In an interview about her books, Allen says “Women were on the ground floor of film. Without the legacy of the silent films to prove that, their whole story would be lost. The whole empowerment of women filmmakers would be lost. They're not taking anything from anybody, they're just taking back what was already theirs.”

Media Shapes Culture

Allen’s first published book this year, Screening Europe in Australasia, follows the production of silent films and the way those films traveled across continents. While Allen was researching Asta Nielsen (silent film star and producer), she found a speech that Brandis (Danish intellectual) gave during a birthday party for Asta. He said “[Asta is so famous that] the wings of the dawn have carried her name to the ends of the earth.”

Feeling skeptical about this claim, Allen decided to investigate it. Since Australia is the farthest place on earth from Denmark, Allen thought it qualified as “the ends of the earth”. She then utilized digitized newspaper archives from Australia to see if the general public knew anything about Asta. Allen found out that Asta was, in fact, a household name in Australia. She excitedly continued researching which silent films made it to Australia and New Zealand, and the idea for her book Screening Europe in Australasia was born.

Allen says, “Film was really influential for people, how they dressed, how they interact with each other, gender roles, value norms, all that is conveyed through film.” Because Australia and New Zealand were brand new independent countries around the turn of the century, they were looking for answers to their cultural identities and their identities on the global stage. Silent films from Europe helped fill the gap in understanding what it meant for them to be their own nations.

Asta dagmarteatret feb1905
Asta Nielsen reclining on a stool. Photo taken February 1905.
Photo by Danish Film Institue

Preserving Asta's Voice

Allen’s second published book this year, The Silent Muse (a translation of Asta’s autobiography), was a labor of love. Allen wanted to honor the 50th anniversary of Asta’s death by translating Asta’s own words about her life and work. Allen added footnotes to Asta’s memoir describing the cultural setting as well as Easter eggs about Asta’s life that Allen knew from her extensive background studying Germany, Denmark, and the silent film era.

The Silent Muse follows Asta’s memories of her life and career in film, not only as a star on screen but as a producer and director too. Asta faced personal struggles with love and political unrest, but always strove to innovate and create great art. Allen justified her translation choices, saying, “I really tried to preserve [Asta’s] voice. She's telling her story from her own angle. And I think that's really special, especially given that she's an eye witness to this incredibly important period of [silent] film history.”
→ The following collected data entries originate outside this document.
import { afterAll, beforeAll, describe, expect, it } from 'vitest'
import { AuditEntry, SignInAttempt, User } from '../../server/db/models'
import { closeTestDatabase, testDatabase } from '../support/database'
import { DEMO, demoUser, freshClient } from '../support/server'

beforeAll(() => {
  testDatabase()
})
afterAll(closeTestDatabase)

describe('sign-in', () => {
  it.each(DEMO.users.map(u => [u.role, u.email]))('signs in the demo %s and reports the role from the database', async (role, email) => {
    const client = freshClient()
    const answer = await client.post('/api/auth/signin', { email, password: DEMO.password })
    expect(answer.status).toBe(200)
    expect(answer.body).toMatchObject({ email, role, organisationName: DEMO.organisation.name })
    const me = await client.get('/api/me')
    expect(me.status).toBe(200)
    expect(me.body.role).toBe(role)
  })

  it('accepts the e-mail in any case and with spaces around it', async () => {
    const client = freshClient()
    const answer = await client.post('/api/auth/signin', { email: `  ${demoUser('funder').email.toUpperCase()} `, password: DEMO.password })
    expect(answer.status).toBe(200)
  })

  it('refuses a wrong password with a readable message and records the failure', async () => {
    const client = freshClient()
    const email = demoUser('coordinator').email
    const before = await AuditEntry.count({ where: { action: 'signin.failed' } })
    const answer = await client.post('/api/auth/signin', { email, password: 'not the password' })
    expect(answer.status).toBe(401)
    expect(answer.body.message).toBe('That e-mail and password do not match an account.')
    expect(JSON.stringify(answer.body)).not.toMatch(/stack|at .*\.mjs/)
    expect(await AuditEntry.count({ where: { action: 'signin.failed' } })).toBe(before + 1)
    expect((await client.get('/api/me')).status).toBe(401)
  })

  it.each([
    ['no body', undefined],
    ['an empty object', {}],
    ['a malformed e-mail', { email: 'not-an-email', password: 'x' }],
    ['an empty password', { email: 'a@b.example', password: '' }],
    ['an over-long password', { email: 'a@b.example', password: 'x'.repeat(500) }],
    ['an array', [1, 2, 3]],
    ['numbers instead of strings', { email: 42, password: 42 }]
  ])('answers 400 with a message for %s', async (_label, body) => {
    const answer = await freshClient().post('/api/auth/signin', body)
    expect(answer.status).toBe(400)
    expect(typeof answer.body.message).toBe('string')
    expect(answer.body.message.length).toBeGreaterThan(3)
  })

  it('answers 400, not 500, to a body that is not JSON', async () => {
    const answer = await freshClient().request('POST', '/api/auth/signin', undefined, '{"email": "a@b.example", ')
    expect(answer.status).toBe(400)
  })

  it('records sign-in and sign-out in the audit log with the caller address', async () => {
    const client = freshClient()
    const user = demoUser('enumerator')
    await client.signIn(user.email)
    const signedIn = await AuditEntry.findOne({ where: { action: 'signin', actorEmail: user.email }, order: [['id', 'DESC']] })
    expect(signedIn?.ip).toMatch(/^10\./)
    const out = await client.post('/api/auth/signout')
    expect(out.status).toBe(200)
    const signedOut = await AuditEntry.findOne({ where: { action: 'signout', actorEmail: user.email }, order: [['id', 'DESC']] })
    expect(signedOut).not.toBeNull()
    expect((await client.get('/api/me')).status).toBe(401)
  })
})

describe('sign-in limits', () => {
  it('blocks an e-mail after 10 failures in the window, even with the right password, from any address', async () => {
    const email = demoUser('admin').email
    for (let i = 0; i < 10; i++) {
      const answer = await freshClient().post('/api/auth/signin', { email, password: `wrong-${i}` })
      expect(answer.status).toBe(401)
    }
    const blocked = await freshClient().post('/api/auth/signin', { email, password: DEMO.password })
    expect(blocked.status).toBe(429)
    expect(blocked.body.message).toMatch(/Too many failed sign-ins\. Try again in \d+ minutes?\./)
    expect(Number(blocked.headers.get('retry-after'))).toBeGreaterThan(0)
    // Clear the window so later tests can use the admin again.
    await SignInAttempt.destroy({ where: { email } })
    expect((await freshClient().post('/api/auth/signin', { email, password: DEMO.password })).status).toBe(200)
  })

  it('blocks an address after 30 failures across many e-mails', async () => {
    const client = freshClient()
    for (let i = 0; i < 30; i++) {
      expect((await client.post('/api/auth/signin', { email: `nobody-${i}@nowhere.example`, password: 'x' })).status).toBe(401)
    }
    expect((await client.post('/api/auth/signin', { email: demoUser('funder').email, password: DEMO.password })).status).toBe(429)
    // Another address is not affected.
    expect((await freshClient().post('/api/auth/signin', { email: demoUser('funder').email, password: DEMO.password })).status).toBe(200)
  })
})

describe('deactivated accounts', () => {
  it('cannot sign in, and a signed-in session loses access on its next request', async () => {
    const user = demoUser('funder')
    const client = freshClient()
    await client.signIn(user.email)
    expect((await client.get('/api/me')).status).toBe(200)
    await User.update({ active: false }, { where: { email: user.email } })
    try {
      const next = await client.get('/api/me')
      expect(next.status).toBe(401)
      expect(next.body.message).toMatch(/no longer active/)
      const again = await freshClient().post('/api/auth/signin', { email: user.email, password: DEMO.password })
      expect(again.status).toBe(403)
      expect(again.body.message).toMatch(/deactivated/)
    }
    finally {
      await User.update({ active: true }, { where: { email: user.email } })
    }
  })
})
Is Silent Film Still Relevant?

In the 1970s, the creation of the silent film festival brought these films back into popularity. “And people recognize that there's a completely different way of reading these films,” Allen says, “because silent films weren't silent. They're always accompanied by music. You have this really phenomenal interplay between the film and the particular musician, pianist or orchestra that's accompanying the film. To be there with a full orchestra playing to a film that has no words in it—but you feel the feelings anyway through their music.” These films preserve the artistic work of Asta Neilson and her female contemporaries in improving silent film, and are still worth exploring today.

Screening Europe in Australasia and the Silent Muse are both available for purchase through Amazon and independent booksellers.